### TRY IT
Across all the records, filter for lines with the word "startsWith" and copy them.

### MATERIAL SUPPLIED
****************

import { readdirSync, readFileSync } from "node:fs";
import { dirname, join } from "node:path";
import { fileURLToPath } from "node:url";
import { describe, expect, it } from "vitest";
import { runCli } from "../../src/cli/run.ts";
import { fakeIo } from "./fake-io.ts";
import { fromJson } from "../../src/report/index.ts";

const LP = ["design", "--response", "lowpass", "--pass", "1k", "--pass-loss", "0.5", "--stop", "5k", "--stop-atten", "50"];

describe("runCli", () => {
  it("designs from options, prints the stage table and verification, exits 0", () => {
    const io = fakeIo();
    expect(runCli(LP, io)).toBe(0);
    expect(io.out).toContain("MEETS the spec");
    expect(io.out).toMatch(/stage\s+topology/);
    expect(io.out).toContain("cautions:");
  });

  it("writes the JSON, netlist, BOM and Markdown on request", () => {
    const io = fakeIo();
    const code = runCli([...LP, "--json", "d.json", "--netlist", "d.cir", "--bom", "d.csv", "--markdown", "d.md", "--svg", "d.svg"], io);
    expect(code).toBe(0);
    expect(fromJson(io.files["d.json"] as string).verification.meetsSpec).toBe(true);
    expect(io.files["d.cir"]).toContain("Vin in 0 DC 0 AC 1");
    expect(io.files["d.csv"]?.startsWith("designators,part,value")).toBe(true);
    expect(io.files["d.md"]).toContain("## Cautions");
    expect(io.files["d.svg"]?.startsWith("<svg")).toBe(true);
  });

  it("takes part tolerances as percentages into the BOM and the Monte Carlo run", () => {
    const io = fakeIo();
    const code = runCli([...LP, "--cap-tol", "2%", "--res-tol", "0.001", "--bom", "t.csv", "--yield", "50"], io);
    expect(code).toBe(0);
    const rows = (io.files["t.csv"] as string).trim().split("\n").slice(1);
    expect(rows.filter((r) => r.includes(",capacitor,")).every((r) => r.includes(",2%,"))).toBe(true);
    expect(rows.filter((r) => r.includes(",resistor,")).every((r) => r.includes(",0.1%,"))).toBe(true);
    expect(io.out).toMatch(/resistors \+-0\.1 %, capacitors \+-2\.0 %/);
    const bad = fakeIo();
    expect(runCli([...LP, "--cap-tol", "80%"], bad)).toBe(2);
    expect(bad.err).toBe('filterwright: --cap-tol "80%": expected a tolerance as a fraction (0.01 for 1 %) greater than 0 and at most 0.5, e.g. --cap-tol 2%\n');
  });

  it("prints the output noise and its largest contributors with --noise", () => {
    const io = fakeIo();
    expect(runCli([...LP, "--noise", "8n", "--noise-in", "1p"], io)).toBe(0);
    expect(io.out).toMatch(/output noise 100 Hz to 50 kHz: [\d.]+ [nµm]?V rms at the output; largest contributors: \S+ [\d.]+ %/);
    const bad = fakeIo();
    expect(runCli([...LP, "--noise", "loud"], bad)).toBe(2);
    expect(bad.err).toContain("--noise");
    const orphan = fakeIo();
    expect(runCli([...LP, "--noise-in", "1p"], orphan)).toBe(2);
  });

  it("designs every example spec in examples/", () => {
    const dir = join(dirname(fileURLToPath(import.meta.url)), "..", "..", "examples");
    const files = readdirSync(dir).filter((f) => f.endsWith(".json"));
    expect(files.length).toBeGreaterThanOrEqual(3);
    for (const f of files) {
      const io = fakeIo({ [f]: readFileSync(join(dir, f), "utf8") });
      expect(runCli(["design", "--spec", f, "--quiet"], io), `${f}: ${io.err}`).toBe(0);
    }
  });

  it("reads a spec file and lets options override it", () => {
    const spec = {
      response: "highpass",
      passband: { edgeHz: "300", maxLossDb: 1 },
      stopband: { edgeHz: 60, minAttenuationDb: 40 },
      family: "butterworth",
    };
    const io = fakeIo({ "s.json": JSON.stringify(spec) });
    expect(runCli(["design", "--spec", "s.json", "--quiet"], io)).toBe(0);
    expect(io.out).toMatch(/^meets the spec: butterworth order \d/);
    const io2 = fakeIo({ "s.json": JSON.stringify(spec) });
    expect(runCli(["design", "--spec", "s.json", "--order", "1", "--quiet"], io2)).toBe(1);
    expect(io2.out).toMatch(/^does not meet the spec: butterworth order 1/);
  });

  it("exits 2 with every spec problem listed and no stack trace", () => {
    const io = fakeIo();
    const code = runCli(["design", "--response", "lowpass", "--pass", "fast", "--pass-loss", "-1", "--stop", "5k", "--stop-atten", "50", "--family", "gaussian"], io);
    expect(code).toBe(2);
    // One line per problem, each naming the flag as typed (not the spec's field path).
    const lines = io.err.trimEnd().split("\n");
    expect(lines).toHaveLength(3);
    expect(lines[0]).toMatch(/^filterwright: --pass "fast": expected the passband edge in Hz/);
    expect(lines[1]).toMatch(/^filterwright: --pass-loss "-1": expected a loss in dB at least 0.001/);
    expect(lines[2]).toMatch(/^filterwright: --family "gaussian": expected one of "butterworth"/);
    expect(io.err).not.toContain("passband.");
    expect(io.err).not.toMatch(/\n\s+at /);
  });

  it("exits 2 on unknown options, commands and unreadable files", () => {
    for (const argv of [["design", "--colour", "red"], ["paint"], ["design", "--spec", "missing.json"], []]) {
      const io = fakeIo();
      expect(runCli(argv, io)).toBe(2);
    }
  });

  it("runs the demo scenarios", () => {
    const io = fakeIo();
    expect(runCli(["demo"], io)).toBe(0);
    expect(io.out).toContain("vibration sensor");
    expect(io.out).toContain("MEETS the spec");
    for (const scenario of ["hydrophone", "hum-notch"]) {
      const io2 = fakeIo();
      expect(runCli(["demo", "--scenario", scenario, "--quiet"], io2), io2.err).toBe(0);
    }
  });

  it("lists part sensitivities on request", () => {
    const io = fakeIo();
    expect(runCli([...LP, "--sensitivity"], io)).toBe(0);
    expect(io.out).toMatch(/stage\s+part\s+value\s+S\^f0\s+S\^Q/);
  });

  it("runs a Monte Carlo yield on request", () => {
    const io = fakeIo();
    expect(runCli([...LP, "--yield", "20", "--seed", "5"], io)).toBe(0);
    expect(io.out).toMatch(/Monte Carlo: 20 boards, resistors \+-\d\.\d %, capacitors \+-\d\.\d %/);
    expect(io.out).toMatch(/% of boards \[[\d.]+, [\d.]+\] at/);
    expect(runCli([...LP, "--yield", "zero"], fakeIo())).toBe(2);
    // The boards spread their parts as --distribution says (they were always uniform).
    const normal = fakeIo();
    expect(runCli([...LP, "--yield", "20", "--distribution", "normal", "--quiet"], normal)).toBe(0);
    expect(normal.out).toMatch(/Monte Carlo: 20 boards, .* \(normal\): /);
  });

  it("checks the op-amp outputs for clipping at the signal levels given, and fails a design that clips", () => {
    const ok = fakeIo();
    expect(runCli([...LP, "--input-peak", "1", "--swing", "10"], ok)).toBe(0);
    expect(ok.out).toMatch(/headroom at 1 V peak in, 10 V swing: worst U\d+ [\d.]+ dB/);
    expect(ok.out).toMatch(/dynamic range [\d.]+ dB \(largest unclipped input [\d.]+ V peak, output noise [\d.]+ [µnm]?V rms, resistors only\)/);
    const hot = fakeIo();
    expect(runCli([...LP, "--gain", "20", "--input-peak", "2", "--swing", "10"], hot)).toBe(1);
    expect(hot.out).toContain("(CLIPS)");
    // the verdict line says why: the mask is met, an op-amp clips (it once said "misses the mask" with a positive margin)
    expect(hot.out).toMatch(/meets the mask nominally \(margin [\d.]+ dB\) but op-amp U\d+ clips at the spec's signal levels/);
    expect(hot.out).not.toContain("misses the mask");
    expect(runCli([...LP, "--swing", "-3"], fakeIo())).toBe(2);
  });

  it("counts the op-amp's noise densities in the dynamic range when --opamp-en / --opamp-in give them", () => {
    const range = (args: string[]): number => {
      const io = fakeIo();
      expect(runCli([...LP, "--input-peak", "1", ...args], io)).toBe(0);
      const m = io.out.match(/dynamic range ([\d.]+) dB \(.*, (resistors only|resistors and op-amps)\)/);
      expect(m).not.toBeNull();
      expect(m![2]).toBe(args.length === 0 ? "resistors only" : "resistors and op-amps");
      return Number(m![1]);
    };
    const resistors = range([]);
    const en = range(["--opamp-en", "8n"]);
    const both = range(["--opamp-en", "8n", "--opamp-in", "1p"]);
    expect(en).toBeLessThan(resistors);
    expect(both).toBeLessThan(en);
    const bad = fakeIo();
    expect(runCli([...LP, "--opamp-en", "-3"], bad)).toBe(2);
    expect(bad.err).toMatch(/--opamp-en/);
  });

  it("exits 1 when the boards miss the yield target, and names it in the summary line", () => {
    const io = fakeIo();
    expect(runCli([...LP, "--cap-tol", "10%", "--res-tol", "5%", "--order", "3", "--quiet"], io)).toBe(1);
    expect(io.out).toMatch(/% of boards \[[\d.]+, [\d.]+\] at 5 % R \/ 10 % C .*target 95 %: NOT met/);
  });

  it("meets the spec in the README's command-line example", () => {
    const io = fakeIo();
    const argv = ["design", "--response", "lowpass", "--pass", "20k", "--pass-loss", "0.5", "--stop", "60k", "--stop-atten", "60", "--gain", "6", "--gbw", "10M", "--quiet"];
    expect(runCli(argv, io), io.out).toBe(0);
  });

  it("checks with a real op-amp when --gbw is given", () => {
    const io = fakeIo();
    expect(runCli([...LP, "--gbw", "10M", "--a0", "1e5", "--json", "r.json"], io)).toBe(0);
    expect(fromJson(io.files["r.json"] as string).verification.opamp).toEqual({ kind: "single-pole", a0: 1e5, gbwHz: 1e7 });
    const slow = fakeIo();
    expect(runCli([...LP, "--gbw", "2k"], slow)).toBe(1);
    expect(slow.out).toContain("GBW");
  });

  it("prints help, version and the topology list", () => {
    const io = fakeIo();
    expect(runCli(["--help"], io)).toBe(0);
    expect(io.out).toContain("usage:");
    expect(runCli(["--version"], io)).toBe(0);
    const io2 = fakeIo();
    expect(runCli(["topologies"], io2)).toBe(0);
    expect(io2.out).toContain("sallen-key-lowpass-unity");
  });
});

****************

### WRITTEN ANSWER
    expect(io.files["d.csv"]?.startsWith("designators,part,value")).toBe(true);
    expect(io.files["d.svg"]?.startsWith("<svg")).toBe(true);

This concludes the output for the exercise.